The solrconfig.xml file configures request handlers, caching, indexing settings, and other Solr behaviors.

```xml
<?xml version="1.0" encoding="UTF-8" ?>
<config>
  <luceneMatchVersion>10.0</luceneMatchVersion>

  <!-- Index configuration -->
  <indexConfig>
    <ramBufferSizeMB>100</ramBufferSizeMB>
    <lockType>native</lockType>
  </indexConfig>

  <!-- Query handler for searches -->
  <requestHandler name="/select" class="solr.SearchHandler">
    <lst name="defaults">
      <str name="echoParams">explicit</str>
      <str name="df">_text_</str>
      <int name="rows">10</int>
      <str name="wt">json</str>
    </lst>
  </requestHandler>

  <!-- Update handler for indexing -->
  <requestHandler name="/update" class="solr.UpdateRequestHandler"/>

  <!-- Real-time get handler -->
  <requestHandler name="/get" class="solr.RealTimeGetHandler">
    <lst name="defaults">
      <str name="omitHeader">true</str>
      <str name="wt">json</str>
    </lst>
  </requestHandler>

  <!-- Query caches -->
  <query>
    <maxBooleanClauses>1024</maxBooleanClauses>
    <filterCache class="solr.CaffeineCache"
                 size="512" initialSize="512" autowarmCount="256"/>
    <queryResultCache class="solr.CaffeineCache"
                      size="512" initialSize="512" autowarmCount="256"/>
    <documentCache class="solr.CaffeineCache"
                   size="512" initialSize="512"/>
    <enableLazyFieldLoading>true</enableLazyFieldLoading>
  </query>

  <!-- Update processor chain with schema guessing -->
  <updateRequestProcessorChain name="add-unknown-fields-to-the-schema" default="true">
    <processor class="solr.UUIDUpdateProcessorFactory">
      <str name="fieldName">id</str>
    </processor>
    <processor class="solr.RemoveBlankFieldUpdateProcessorFactory"/>
    <processor class="solr.ParseBooleanFieldUpdateProcessorFactory"/>
    <processor class="solr.ParseLongFieldUpdateProcessorFactory"/>
    <processor class="solr.ParseDoubleFieldUpdateProcessorFactory"/>
    <processor class="solr.ParseDateFieldUpdateProcessorFactory"/>
    <processor class="solr.AddSchemaFieldsUpdateProcessorFactory"/>
    <processor class="solr.LogUpdateProcessorFactory"/>
    <processor class="solr.RunUpdateProcessorFactory"/>
  </updateRequestProcessorChain>

  <!-- Auto-commit settings -->
  <updateHandler class="solr.DirectUpdateHandler2">
    <autoCommit>
      <maxTime>15000</maxTime>
      <maxDocs>10000</maxDocs>
      <openSearcher>false</openSearcher>
    </autoCommit>
    <autoSoftCommit>
      <maxTime>1000</maxTime>
    </autoSoftCommit>
  </updateHandler>
</config>
```

Apache Solr is the ideal choice for applications requiring powerful full-text search, faceted navigation, real-time indexing, and high availability. Common use cases include e-commerce product search, content management systems, log analytics, enterprise search portals, and any application where fast, relevant search results are critical.

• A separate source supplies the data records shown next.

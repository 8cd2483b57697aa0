#!/usr/bin/python3
"""A notebook-style walk through graft's Python package (run it cell by cell, or as a script).

    PYTHONPATH=build/python /usr/bin/python3 client/python/example_notebook.py RUN_DIR \
        [--server 127.0.0.1:7070 --token TOKEN --job j-4]

RUN_DIR is a run directory of the parcel-routing demo (`graft-worker run
configs/parcel-routing.yaml --out RUN_DIR`, or `graft fetch j-N --out RUN_DIR`). With --server
the last cell follows a job on graftd and fetches it.
"""
import argparse

import torch

import graft

torch.set_grad_enabled(False)  # inference only

ap = argparse.ArgumentParser()
ap.add_argument("run_dir")
ap.add_argument("--server")
ap.add_argument("--token")
ap.add_argument("--job")
args = ap.parse_args()

# %% Load a run: the resolved spec, the curve, the result and the trained network.
run = graft.load_run(args.run_dir)
print(run.spec["name"], "-", len(run.metrics), "evaluations")
metrics = run.metrics
if hasattr(metrics, "columns"):  # a pandas DataFrame when pandas is installed
    print(metrics[["step", "acc_held_out.value", "iia_changed_held_out.value", "iia_changed_held_out.lo"]].to_string(index=False))
r = run.result
print(f"final changed-case IIA {r['iia_changed_held_out']['value']:.3f} "
      f"[{r['iia_changed_held_out']['lo']:.3f}, {r['iia_changed_held_out']['hi']:.3f}], "
      f"unchanged floor {r['unchanged_floor']:.3f}")

# %% Ask the network about one parcel, in symbols.
parcel = {"origin": "north", "dest": "north", "weight": "light", "fragile": "false"}
logits = run.module(run.encode_many([parcel]))
print("route:", run.classes[int(logits.argmax())], "logits", [round(x, 2) for x in logits[0].tolist()])

# %% An interchange intervention: take `local` from a parcel going elsewhere.
elsewhere = {"origin": "north", "dest": "harbor", "weight": "light", "fragile": "false"}
out = graft.interchange(run.module, run.encode_many([parcel]), run.encode_many([elsewhere]), run.sites(["local"]))
print("route with local taken from a parcel going elsewhere:", run.classes[int(out.argmax())])

# %% IIA on triples of your own: the counterfactual labels come from the algorithm (here worked
# out by hand: local becomes false, careful stays false, so route = 2*0 + 0 = van).
triples = [{"base": parcel, "source": elsewhere, "set": "local", "expected": "van", "base_label": "bike"}]
print("IIA on one hand-made triple:", run.iia(triples)["iia"])

# %% The failing held-out triples graft kept, re-run here: every one is wrong here too.
if run.failures:
    again = run.iia(run.failures)
    print(f"{again['iia']['n']} failing triples re-run: {again['iia']['correct']} correct")

# %% Follow a job on graftd and fetch it (the same API `graft` uses).
if args.server and args.job:
    with graft.Client(args.server, token=args.token) as client:
        for event in client.watch(args.job):
            if event["type"] == "point":
                m = event["metrics"]
                print(f"step {event['step']}: changed-case IIA {m['iia_changed_held_out']['value']:.3f}")
        client.fetch(args.job, "fetched-" + args.job)
        print(graft.load_run("fetched-" + args.job).result["iia_held_out"])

The platform supports multiple integration patterns: direct REST API calls for simple applications, SolrJ for Java applications requiring type safety and connection pooling, and Docker/Kubernetes deployments for cloud-native architectures. SolrCloud mode enables horizontal scaling with automatic sharding, leader election, and distributed queries across clusters of any size.